Il mio nome è Aslì e questa è la mia storia…

Nel 1931, due anni dopo la grande depressione del ’29, Albert Einstein scriveva che “[..] la crisi è la più grande benedizione  per le persone e le nazioni, perché  porta progressi. La creatività nasce dall’angoscia come il giorno nasce dalla  notte oscura. E’ nella crisi che sorge l’inventiva, le scoperte e le grandi strategie. Chi supera la crisi  supera sé stesso senza essere ‘superato […]”.
Ecco, sono queste  parole di straordinaria attualità (al punto che sembra difficile pensare che non siano state scritte e pronunciate da qualche illustre contemporaneo) che fanno da cornice alla nostra storia.
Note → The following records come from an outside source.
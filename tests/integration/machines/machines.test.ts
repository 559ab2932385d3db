import { afterAll, beforeEach, describe, expect, test } from 'vitest';
import { openTestDb, truncateAll } from '../test-database';
import { addActor, countRiderRows, makeActor, MACHINE_450 } from '../rider-fixtures';
import { collectMachineForm } from '~/lib/machines/machines';
import { readFormObject } from '~/lib/http/result';
import {
  createMachine,
  deleteMachine,
  describeMachineDeletion,
  getMachine,
  listMachines,
  setMachineArchived,
  updateMachine,
} from '~/lib/machines/machines.service';
import { createOilChange, listOilChanges } from '~/lib/oil-changes/oil-changes.service';

const db = openTestDb();
afterAll(() => db.destroy());
beforeEach(() => truncateAll(db));

const form = (o: Record<string, string>) => collectMachineForm(readFormObject(new URLSearchParams(o)));

describe('machines', () => {
  test('a rider adds a machine; grades are stored in °C and the interval in km', async () => {
    const rider = await makeActor(db);
    const r = await createMachine(db, rider, form(MACHINE_450), 'F');
    expect(r.ok).toBe(true);
    if (!r.ok) return;
    expect(r.value.ownerUserId).toBe(rider.userId);
    // 14 °F = −10 °C (NIST SP 811 B.9); the open top of the band runs to 55 °C.
    expect(r.value.recommendedGrades).toEqual([{ grade: '10W-50', minC: -10, maxC: 55 }]);
    // 3000 mi × 1.609344 km/mi (NIST SP 811 B.8).
    expect(r.value.maxIntervalStored).toBeCloseTo(4828.032, 6);
  });

  test.each([
    { field: 'name', over: { name: '' }, message: /Give the machine a name/ },
    { field: 'grades.0.grade', over: { grade_0: '10W-45' }, message: /not an SAE high-temperature grade/ },
    { field: 'cooling', over: { cooling: 'water' }, message: /Choose how the engine is cooled/ },
    { field: 'oilCapacityL', over: { oilCapacityL: '-1' }, message: /more than 0 L/ },
    { field: 'modelYear', over: { modelYear: '1850' }, message: /from 1900/ },
  ])('bad $field is refused beside the field and writes nothing', async ({ field, over, message }) => {
    const rider = await makeActor(db);
    const r = await createMachine(db, rider, form({ ...MACHINE_450, ...over }), 'C');
    expect(r.ok).toBe(false);
    if (!r.ok) expect(r.fields[field]).toMatch(message);
    expect((await countRiderRows(db)).machines).toBe(0);
  });

  test('a mechanic cannot add machines', async () => {
    const mech = await makeActor(db, 'mechanic');
    const r = await createMachine(db, mech, form(MACHINE_450), 'C');
    expect(r.ok ? 200 : r.status).toBe(403);
  });

  test('another crew’s machine id answers not found, for reads and writes', async () => {
    const a = await makeActor(db, 'lead', 'A');
    const b = await makeActor(db, 'lead', 'B');
    const made = await createMachine(db, a, form(MACHINE_450), 'C');
    if (!made.ok) throw new Error('setup');
    const id = made.value.id;
    for (const r of [
      await getMachine(db, b, id),
      await updateMachine(db, b, id, form({ ...MACHINE_450, name: 'Taken' }), 'C'),
      await setMachineArchived(db, b, id, true),
      await deleteMachine(db, b, id),
      await createOilChange(db, b, id, { changedOn: '2025-01-01', odometer: '10', saeGrade: '10W-40' }),
      await listOilChanges(db, b, id),
      await getMachine(db, b, 'not-a-uuid'),
    ]) {
      expect(r.ok ? 200 : r.status).toBe(404);
    }
    expect((await getMachine(db, a, id)).ok).toBe(true);
    expect((await listMachines(db, b)).length).toBe(0);
  });

  test('a rider edits their own machine but not a crew-mate’s; the lead edits both', async () => {
    const lead = await makeActor(db, 'lead');
    const rider = await addActor(db, lead, 'rider');
    const other = await addActor(db, lead, 'rider');
    const made = await createMachine(db, rider, form(MACHINE_450), 'C');
    if (!made.ok) throw new Error('setup');
    expect((await updateMachine(db, rider, made.value.id, form({ ...MACHINE_450, name: 'Renamed' }), 'C')).ok).toBe(
      true,
    );
    const denied = await updateMachine(db, other, made.value.id, form({ ...MACHINE_450, name: 'Nope' }), 'C');
    expect(denied.ok ? 200 : denied.status).toBe(403);
    expect((await updateMachine(db, lead, made.value.id, form({ ...MACHINE_450, name: 'Lead edit' }), 'C')).ok).toBe(
      true,
    );
  });

  test('a machine with records is archived, never deleted; an empty one may be deleted', async () => {
    const rider = await makeActor(db);
    const m = await createMachine(db, rider, form(MACHINE_450), 'C');
    const empty = await createMachine(db, rider, form({ ...MACHINE_450, name: 'Spare' }), 'C');
    if (!m.ok || !empty.ok) throw new Error('setup');
    await createOilChange(db, rider, m.value.id, { changedOn: '2025-01-01', odometer: '1000', saeGrade: '10W-40' });
    const del = await deleteMachine(db, rider, m.value.id);
    expect(del.ok ? 200 : del.status).toBe(409);
    // The edit page shows the same reason beside a disabled button, before anyone clicks.
    const why = await describeMachineDeletion(db, rider, m.value.id);
    expect(why.ok && why.value).toEqual({ allowed: false, reason: del.ok ? '' : del.message });
    const free = await describeMachineDeletion(db, rider, empty.value.id);
    expect(free.ok && free.value).toEqual({ allowed: true, reason: null });
    if (!del.ok) expect(del.message).toMatch(/archive it instead/);
    expect((await setMachineArchived(db, rider, m.value.id, true)).ok).toBe(true);
    expect((await listMachines(db, rider)).map((x) => x.name)).toEqual(['Spare']);
    expect((await listMachines(db, rider, { includeArchived: true })).length).toBe(2);
    expect((await deleteMachine(db, rider, empty.value.id)).ok).toBe(true);
    expect((await countRiderRows(db)).oil_changes).toBe(1);
  });
});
Una bella storia, di quelle che infondono coraggio e trasmettono speranza e ammirazione.

La protagonista si chiama Aslì Haddas, ed è una bella e giovane donna italiana di origine eritrea dalla corporatura esile, la  voce calda e lo sguardo intenso, sicuro e fiero di chi ce la mette tutta e guarda con positività al futuro. Mi accoglie in uno spazio annegato di luce. I colori e i libri, la fanno da padrone.
Siamo in una palazzina appena ristrutturata in via Chieti, una via privata alle spalle del trafficassimo Corso Sempione. Le finestre sono aperte, ma i rumori della città sembrano molto lontani. Aslì mi offre un caffè mentre un raggio di sole si posa su di una coppa al centro di un tavolo bianco. E’ un pezzo molto bello. Lo guardo, lei se ne accorge “l’hanno fatta i carcerati di Rebibbia quella, bella vero?” mi dice. Si, è davvero bella.
Mi guardo attorno e scopro che tutto qui dentro ha un’anima, un senso, un significato. Gli occhi di Aslì si illuminano di un bagliore particolare mentre mi spiega che la coppa, così come altri oggetti di arredamento fanno parte del progetto Artwo, un percorso che unisce l’arte contemporanea, il riciclo di materiali e l’impegno sociale.  Nulla è lasciato al caso. Tutto sta dove deve stare, in un ordine piuttosto caotico che richiama subito alla mente l’idea di multietnicità.

Aslì Haddas è un donna molto coraggiosa e determinata, ma anche molto umana. La sua storia (o meglio quella che qui raccontiamo) inizia nel 2011. La ragazza aveva 34 anni e un posto fisso. Da 10. Tutto scorre felice, uguale ma felice. I sogni sono nel cassetto e la realtà è un lavoro da tecnico informatico. Ma dietro l’angolo, la crisi. La sua azienda è costretta ad una fusione con un’altra per poter sopravvivere. L’aria cambia, gli umori si inaspriscono e la paura aumenta. Non per lei.

A  un possibile licenziamento, la ragazza antepone il coraggio e quell’idea, maturata negli anni vissuti a Londra dove si è laureata. “Volevo aprire un ostello” racconta “ma non uno di quegli ostelli blindati che ci sono qui in Italia, quelli che puoi entrare solo se hai la stanza, e ti senti un po’ isolato. No, l’ostello che volevo era di quelli che trovi all’estero, uno spazio di condivisione” .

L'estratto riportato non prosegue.